# dann wird das was mit uns



## Blixa

Hallo Leute:

Ich verstehe  nicht "das was" in diesem Satzt, können Sie mir helfen, der Begriff zu verstanden?

"Dein Bild ist gar nicht so schlecht, setz mal noch einen Brille auf, dann wird das was
mit uns"

Wäre es wie?: Tu foto no es tan mala, agregamos unos lentes y eso es todo?

Vielen Dank!
Blixa.


----------



## susanainboqueixon

Casi-casi...
"mit uns wird das was" - colloquial para "ligar", "llegar a ser una pareja"
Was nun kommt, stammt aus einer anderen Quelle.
// dcUses returns the DC ranges and apertures the plan will read with:
// the bench's range (every range on autorange) and, with a plan, the
// apertures the settle planner picks at its frequencies on each
// converter range (sweep/settle), else the bench's aperture.
func dcUses(cfg *profile.BenchFile, p *plan.Plan) []meterUse {
	v := cfg.Voltmeter
	base := cfg.DCConfig()
	ranges := []float64{base.RangeV}
	if base.RangeV == 0 && v.DMM.T.DCSetAutoRange == nil {
		ranges = v.DMM.DC.RangesV
	}
	aps := []driver.Aperture{base.Aperture}
	if p != nil && cfg.Converter != nil && cfg.Converter.Spec != nil {
		m := onbench.Meter(cfg)
		seen := map[float64]bool{}
		aps = nil
		freqs, _ := p.Freqs()
		for _, rg := range cfg.Converter.Spec.DriverRanges() {
			for _, fr := range freqs {
				rd, err := settle.ChooseAperture(fr.Hz, rg.TimeConstantS, 0.25*p.Settle.Tolerance, m)
				if err != nil || seen[rd.ApertureS] {
					continue
				}
				seen[rd.ApertureS] = true
				a := driver.Aperture{Seconds: rd.ApertureS}
				if v.DMM.DC.MaxApertureS == 0 && len(v.DMM.DC.NPLC) > 0 {
					a = driver.Aperture{NPLC: math.Round(rd.ApertureS*v.DMM.LineHz*1e9) / 1e9}
				}
				aps = append(aps, a)
			}
		}
		sort.Slice(aps, func(i, j int) bool { return aps[i].Duration(v.DMM.LineHz) < aps[j].Duration(v.DMM.LineHz) })
		if len(aps) == 0 {
			aps = []driver.Aperture{base.Aperture}
		}
	}
	var out []meterUse
	for _, r := range ranges {
		for _, a := range aps {
			out = append(out, meterUse{rangeV: r, aperture: a})
		}
	}
	return out
}

// checkMeter dry-runs a DMM profile's DC (ac false) or AC function: each
// command once, then one reading on each range and aperture of uses.
func checkMeter(ctx context.Context, c *checker, d *profile.DMM, ac bool, uses []meterUse) {
	t := &d.T
	c.clear(ctx, d.Dialect)
	for _, s := range seqOf("init", t.Init) {
		c.run(ctx, s.Key(), s, false)
	}
	sect := "dc"
	configure, setRange, setAuto, setNPLC, setAp, read := t.DCConfigure, t.DCSetRange, t.DCSetAutoRange, t.DCSetNPLC, t.DCSetAperture, t.DCRead
	rangeName := "range_v"
	if ac {
		sect, rangeName = "ac", "range_vrms"
		configure, setRange, setAuto, setNPLC, setAp, read = t.ACConfigure, t.ACSetRange, t.ACSetAutoRange, t.ACSetNPLC, t.ACSetAperture, t.ACRead
	}
	var latencies []time.Duration
	reading := func(rangeV float64, label string) {
		var args []scpi.Arg
		if read.Has(rangeName) {
			args = append(args, scpi.NumIn(rangeName, rangeV, c.nf))
		}
		resp, ok := c.run(ctx, sect+".read"+label, read, true, args...)
		if !ok {
			return
		}
		latencies = append(latencies, c.lines[len(c.lines)-1].took)
		vals, err := d.Response.Format().ParseNumbers(resp)
		if err != nil {
			c.parseFailed(err, resp)
			return
		}
		c.lines[len(c.lines)-1].detail = fmt.Sprintf("%d reading(s), first %g", len(vals), vals[0])
	}
	lastRange := -1.0
	for _, u := range uses {
		label := fmt.Sprintf(" (%g V range", u.rangeV)
		if u.rangeV == 0 {
			label = " (autorange"
		}
		if u.rangeV != lastRange {
			// CONFigure resets the range and integration time: once
			// per range, then each integration time on it.
			lastRange = u.rangeV
			if configure != nil {
				c.run(ctx, sect+".configure", configure, false)
			}
			switch {
			case u.rangeV == 0 && setAuto != nil:
				c.run(ctx, sect+".set_auto_range", setAuto, false)
			case setRange != nil:
				c.run(ctx, sect+".set_range", setRange, false, scpi.NumIn(rangeName, u.rangeV, c.nf))
			}
		}
		switch a := u.aperture; {
		case a.NPLC > 0 && setNPLC != nil:
			c.run(ctx, sect+".set_nplc", setNPLC, false, scpi.NumIn("nplc", a.NPLC, c.nf))
			label += fmt.Sprintf(", %g NPLC", c.nf.Round(a.NPLC))
		case a.Seconds > 0 && setAp != nil:
			c.run(ctx, sect+".set_aperture", setAp, false, scpi.NumIn("aperture_s", a.Seconds, c.nf))
			label += fmt.Sprintf(", %g s", c.nf.Round(a.Seconds))
		case a.NPLC > 0 || a.Seconds > 0:
			c.note(sect+".set_nplc", statusRefused, fmt.Sprintf("the bench asks for an integration time of %g NPLC / %g s and the profile has no command for it", a.NPLC, a.Seconds),
				"give the profile's integration-time commands, or leave the bench's nplc and aperture_s out")
		}
		reading(u.rangeV, label+")")
	}
	if d.MaxSamples > 1 && t.SetSampleCount != nil {
		n := min(d.MaxSamples, 2)
		if _, ok := c.run(ctx, "set_sample_count", t.SetSampleCount, false, scpi.Int("count", n)); ok {
			var args []scpi.Arg
			if read.Has(rangeName) && len(uses) > 0 {
				args = append(args, scpi.NumIn(rangeName, uses[0].rangeV, c.nf))
			}
			resp, ok := c.run(ctx, sect+".read (burst of 2)", read, true, args...)
			if ok {
				vals, err := d.Response.Format().ParseNumbers(resp)
				switch {
				case err != nil:
					c.parseFailed(err, resp)
				case len(vals) != n:
					l := &c.lines[len(c.lines)-1]
					l.status, l.detail = statusRefused, fmt.Sprintf("%d reading(s) for a burst of %d", len(vals), n)
					l.suggest = "check set_sample_count and max_samples (1 for a meter without bursts)"
				}
			}
			c.run(ctx, "set_sample_count", t.SetSampleCount, false, scpi.Int("count", 1))
		}
	}
	if len(latencies) > 0 {
		sort.Slice(latencies, func(i, j int) bool { return latencies[i] < latencies[j] })
		c.note(sect+".read timing", statusAccepted, fmt.Sprintf("%d reading(s): fastest %v, median %v, slowest %v", len(latencies),
			latencies[0].Round(time.Microsecond), latencies[len(latencies)/2].Round(time.Microsecond), latencies[len(latencies)-1].Round(time.Microsecond)), "")
	}
	c.opc(ctx, d.Dialect)
}

// checkBench dry-runs every instrument of cfg and prints the lines.
func checkBench(ctx context.Context, w io.Writer, cfg *profile.BenchFile, p *plan.Plan) error {
	var simb *sim.Bench
	if cfg.Sim != nil {
		sc, err := sim.FromBenchFile(cfg)
		if err != nil {
			return err
		}
		if simb, err = sim.New(*sc); err != nil {
			return err
		}
		if err := simb.Start(ctx); err != nil {
			return err
		}
		defer simb.Close()
	}
	var addrOf interface{ Addr(string) string }
	if simb != nil {
		addrOf = simb
	}
	lock, err := benchlock.Acquire(bench.Addresses(cfg, addrOf), benchlock.Holder{Command: bench.LockCommand})
	if err != nil {
		return fmt.Errorf("bench %s: %w", cfg.File, err)
	}
	defer lock.Release()
	var all []checkLine
	open := func(role, address string, f profile.Framing, d profile.Dialect, r profile.Response, checkErrors bool, id profile.IdentityCheck) (*checker, func(), error) {
		addr := address
		if addr == profile.AddressSim {
			if simb == nil {
				return nil, nil, fmt.Errorf("bench %s: %s: address \"sim\" without a [sim] table", cfg.File, role)
			}
			addr = simb.Addr(role)
		}
		conn, err := transport.Open(ctx, addr, transport.Opts{WriteTerm: f.WriteTerm(), ReadTerm: f.ReadTerm(), Timeout: f.QueryTimeout()})
		if err != nil {
			return nil, nil, fmt.Errorf("bench %s: %s at %s: %w", cfg.File, role, address, err)
		}
		sess := scpi.New(conn, profile.SessionOpts(f, d, r))
		c := &checker{role: role, sess: sess, check: checkErrors && sess.HasErrorQuery(), nf: d.NumberFormat()}
		if !c.identify(ctx, id) {
			all = append(all, c.lines...)
			sess.Close()
			return nil, nil, nil
		}
		return c, func() { all = append(all, c.lines...); sess.Close() }, nil
	}
	if g := cfg.Generator; g != nil {
		pg := g.Generator
		c, done, err := open(sim.RoleGenerator, g.Address, pg.Framing, pg.Dialect, pg.Response, pg.Commands.CheckErrors, pg.Identity)
		if err != nil {
			return err
		}
		if c != nil {
			checkGenerator(ctx, c, pg, cfg.Limits.Driver())
			done()
		}
	}
	if s := cfg.Switch; s != nil {
		ps := s.Switch
		c, done, err := open(sim.RoleSwitch, s.Address, ps.Framing, ps.Dialect, ps.Response, ps.CheckErrors, ps.Identity)
		if err != nil {
			return err
		}
		if c != nil {
			c.clear(ctx, ps.Dialect)
			for _, sq := range seqOf("commands.init", ps.T.Init) {
				c.run(ctx, sq.Key(), sq, false)
			}
			c.run(ctx, "commands.open_all", ps.T.OpenAll, false)
			c.opc(ctx, ps.Dialect)
			done()
		}
	}
	if v := cfg.Voltmeter; v != nil {
		d := v.DMM
		c, done, err := open(sim.RoleVoltmeter, v.Address, d.Framing, d.Dialect, d.Response, d.CheckErrors, d.Identity)
		if err != nil {
			return err
		}
		if c != nil {
			checkMeter(ctx, c, d, false, dcUses(cfg, p))
			done()
		}
	}
	for _, m := range []struct {
		role string
		r    *profile.ACMeterRole
	}{{sim.RoleDMM, cfg.DMM}, {"vin", cfg.Vin}} {
		if m.r == nil {
			continue
		}
		d := m.r.DMM
		simRole := m.role
		if simRole == "vin" {
			simRole = sim.RoleDMM
		}
		c, done, err := open(simRole, m.r.Address, d.Framing, d.Dialect, d.Response, d.CheckErrors, d.Identity)
		if err != nil {
			return err
		}
		if c != nil {
			c.role = m.role
			ac := m.r.ACConfig()
			checkMeter(ctx, c, d, true, []meterUse{{rangeV: ac.RangeVrms, aperture: ac.Aperture}})
			done()
		}
	}
	return printCheck(w, all)
}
"Tu foto no es tan mala, ponte unas gafas y luego ya ligarémos"

Saludos,
Susana


----------



## Blixa

Vielen Dank wieder für Ihre Hilfe, Susana


----------



## susanainboqueixon

Un placer, Blixa. 
Se me ocurrió que quizás debería a~nadir que "etwas werden" se usa en un sentido mucho mas amplio, mas o menos como "salir bien", "evolver", "tener resultado/exito", según contexto. 
Por ejemplo: 
Haciendo progreso en manualidades o renovando una casa, podrías decir "Allmählich wird's was" (ya empieza a salir bien; ya se ve que están progresando las obras)
De un estudiante que no no se esfuerza: "Aus dem wird nix/nichts" (Ése no llegará a nada), aún más pesimista: "Aus dem wird nie was" (Ése nunca llegara a nada)
De un estudiante que trabaja mucho: "Aus dem/der wird mal was" (Ése tendrá mucho exito en su vida)
Despues de una entrevista fatal para un trabajo: "Das wird nix/nichts" (No me darán el contrato)
No sé si queda más clara la cosa?


----------



## Blixa

Hola Susana!

uff, de verdad te agradezco estas aclaraciones, hay un montón de frases en alemán que no encuentras en el diccionario y esta es una de ellas. La clave es entonces "etwas warden"


----------



## susanainboqueixon

Sí, "etwas werden" es la clave 
Y créeme, yo con el castellano tengo los mismos problemas...


----------



## Blixa

aber zum Glück haben wir Forums


----------



## osa_menor

"Foren"


----------